=== Data for review ===
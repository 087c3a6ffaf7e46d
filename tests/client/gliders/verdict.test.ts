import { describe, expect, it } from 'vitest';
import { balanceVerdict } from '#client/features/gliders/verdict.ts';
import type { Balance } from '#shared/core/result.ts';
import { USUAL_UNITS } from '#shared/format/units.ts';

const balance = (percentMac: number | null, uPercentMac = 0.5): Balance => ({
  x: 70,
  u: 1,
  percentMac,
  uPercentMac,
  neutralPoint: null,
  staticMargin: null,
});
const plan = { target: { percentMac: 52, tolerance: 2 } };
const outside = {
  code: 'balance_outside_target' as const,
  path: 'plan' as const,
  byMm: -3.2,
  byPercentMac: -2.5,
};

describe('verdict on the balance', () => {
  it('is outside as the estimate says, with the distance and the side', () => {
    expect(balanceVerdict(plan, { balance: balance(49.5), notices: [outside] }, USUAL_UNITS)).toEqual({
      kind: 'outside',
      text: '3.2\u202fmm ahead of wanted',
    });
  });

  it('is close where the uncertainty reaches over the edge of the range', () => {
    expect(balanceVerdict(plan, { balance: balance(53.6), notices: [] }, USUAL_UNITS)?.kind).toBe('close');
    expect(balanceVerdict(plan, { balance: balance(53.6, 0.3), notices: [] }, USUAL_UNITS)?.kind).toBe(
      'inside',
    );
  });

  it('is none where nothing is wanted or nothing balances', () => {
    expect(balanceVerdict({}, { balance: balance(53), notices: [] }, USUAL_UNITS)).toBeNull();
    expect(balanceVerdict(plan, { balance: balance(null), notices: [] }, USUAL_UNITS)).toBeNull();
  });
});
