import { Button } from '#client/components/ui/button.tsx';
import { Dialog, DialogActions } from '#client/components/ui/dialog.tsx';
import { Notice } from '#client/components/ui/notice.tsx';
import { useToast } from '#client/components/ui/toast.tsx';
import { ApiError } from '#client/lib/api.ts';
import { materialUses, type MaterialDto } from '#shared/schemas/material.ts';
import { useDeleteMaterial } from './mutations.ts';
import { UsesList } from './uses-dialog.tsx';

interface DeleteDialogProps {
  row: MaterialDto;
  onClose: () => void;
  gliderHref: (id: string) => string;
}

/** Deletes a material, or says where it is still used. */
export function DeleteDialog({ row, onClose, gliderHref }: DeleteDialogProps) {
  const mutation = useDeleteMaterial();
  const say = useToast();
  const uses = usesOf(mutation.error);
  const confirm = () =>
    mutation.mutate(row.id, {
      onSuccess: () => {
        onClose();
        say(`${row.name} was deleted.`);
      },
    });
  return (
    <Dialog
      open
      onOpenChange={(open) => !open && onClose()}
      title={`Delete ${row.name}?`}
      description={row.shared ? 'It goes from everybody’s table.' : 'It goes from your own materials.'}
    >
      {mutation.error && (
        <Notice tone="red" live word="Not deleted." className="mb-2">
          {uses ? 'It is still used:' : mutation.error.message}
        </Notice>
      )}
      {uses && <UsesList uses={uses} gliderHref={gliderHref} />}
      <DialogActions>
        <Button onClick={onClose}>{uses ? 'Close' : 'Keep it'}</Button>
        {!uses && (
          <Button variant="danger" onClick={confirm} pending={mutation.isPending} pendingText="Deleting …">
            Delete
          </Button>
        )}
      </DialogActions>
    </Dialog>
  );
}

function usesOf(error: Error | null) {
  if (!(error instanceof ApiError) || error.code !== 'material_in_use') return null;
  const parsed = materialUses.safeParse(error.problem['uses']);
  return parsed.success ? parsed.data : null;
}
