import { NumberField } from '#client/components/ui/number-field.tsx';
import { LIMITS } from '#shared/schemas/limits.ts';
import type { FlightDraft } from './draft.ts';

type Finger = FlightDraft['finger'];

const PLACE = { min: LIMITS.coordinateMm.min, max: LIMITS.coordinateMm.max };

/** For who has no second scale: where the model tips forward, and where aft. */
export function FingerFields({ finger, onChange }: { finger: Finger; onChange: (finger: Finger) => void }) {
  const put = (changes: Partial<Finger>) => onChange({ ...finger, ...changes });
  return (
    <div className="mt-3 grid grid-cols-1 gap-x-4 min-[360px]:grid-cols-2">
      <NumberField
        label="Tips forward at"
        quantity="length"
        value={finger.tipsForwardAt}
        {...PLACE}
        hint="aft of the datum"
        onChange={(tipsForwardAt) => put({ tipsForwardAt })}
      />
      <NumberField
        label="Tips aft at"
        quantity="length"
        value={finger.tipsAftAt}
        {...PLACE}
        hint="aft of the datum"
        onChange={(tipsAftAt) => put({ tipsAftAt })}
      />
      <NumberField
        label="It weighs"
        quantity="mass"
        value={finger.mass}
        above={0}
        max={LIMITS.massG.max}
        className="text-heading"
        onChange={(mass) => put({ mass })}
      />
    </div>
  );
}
===
=== Data for review ===
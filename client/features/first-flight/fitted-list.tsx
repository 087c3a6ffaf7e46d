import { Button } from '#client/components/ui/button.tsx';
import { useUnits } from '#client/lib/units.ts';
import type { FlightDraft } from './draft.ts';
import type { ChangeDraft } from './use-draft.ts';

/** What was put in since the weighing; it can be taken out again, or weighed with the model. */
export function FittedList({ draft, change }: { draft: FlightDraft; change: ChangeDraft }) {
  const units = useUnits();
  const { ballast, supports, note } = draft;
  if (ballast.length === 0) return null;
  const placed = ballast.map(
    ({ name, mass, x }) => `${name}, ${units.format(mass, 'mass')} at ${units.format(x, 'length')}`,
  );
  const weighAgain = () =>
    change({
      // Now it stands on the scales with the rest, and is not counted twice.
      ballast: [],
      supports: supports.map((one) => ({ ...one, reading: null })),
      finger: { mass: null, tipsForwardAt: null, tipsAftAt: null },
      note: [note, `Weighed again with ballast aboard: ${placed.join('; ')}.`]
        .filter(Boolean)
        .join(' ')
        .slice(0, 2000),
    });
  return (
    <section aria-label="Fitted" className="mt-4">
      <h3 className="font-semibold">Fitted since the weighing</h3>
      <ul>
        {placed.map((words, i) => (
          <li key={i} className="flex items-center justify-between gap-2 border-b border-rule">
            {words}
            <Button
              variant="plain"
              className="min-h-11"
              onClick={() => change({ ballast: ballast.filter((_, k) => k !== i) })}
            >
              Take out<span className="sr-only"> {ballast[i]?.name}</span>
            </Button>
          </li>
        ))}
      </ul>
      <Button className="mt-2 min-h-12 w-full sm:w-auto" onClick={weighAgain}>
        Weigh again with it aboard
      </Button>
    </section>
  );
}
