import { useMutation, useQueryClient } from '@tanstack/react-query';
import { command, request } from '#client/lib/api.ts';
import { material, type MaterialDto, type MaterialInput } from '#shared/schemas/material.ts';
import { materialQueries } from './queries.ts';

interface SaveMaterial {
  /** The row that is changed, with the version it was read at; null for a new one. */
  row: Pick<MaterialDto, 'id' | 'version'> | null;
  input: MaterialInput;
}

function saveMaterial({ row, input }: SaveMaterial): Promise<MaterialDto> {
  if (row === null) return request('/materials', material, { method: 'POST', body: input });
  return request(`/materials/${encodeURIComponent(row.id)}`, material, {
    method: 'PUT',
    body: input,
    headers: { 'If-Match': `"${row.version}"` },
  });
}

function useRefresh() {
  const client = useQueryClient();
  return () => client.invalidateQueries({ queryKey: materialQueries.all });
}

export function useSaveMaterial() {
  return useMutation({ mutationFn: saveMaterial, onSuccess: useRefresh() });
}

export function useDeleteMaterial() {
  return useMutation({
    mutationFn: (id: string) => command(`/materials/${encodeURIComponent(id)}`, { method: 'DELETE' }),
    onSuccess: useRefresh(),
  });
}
===
[What the task asks]
Lines containing the word "onClick" in the entries above should be counted, and only that number given.

[Output for this exercise]
4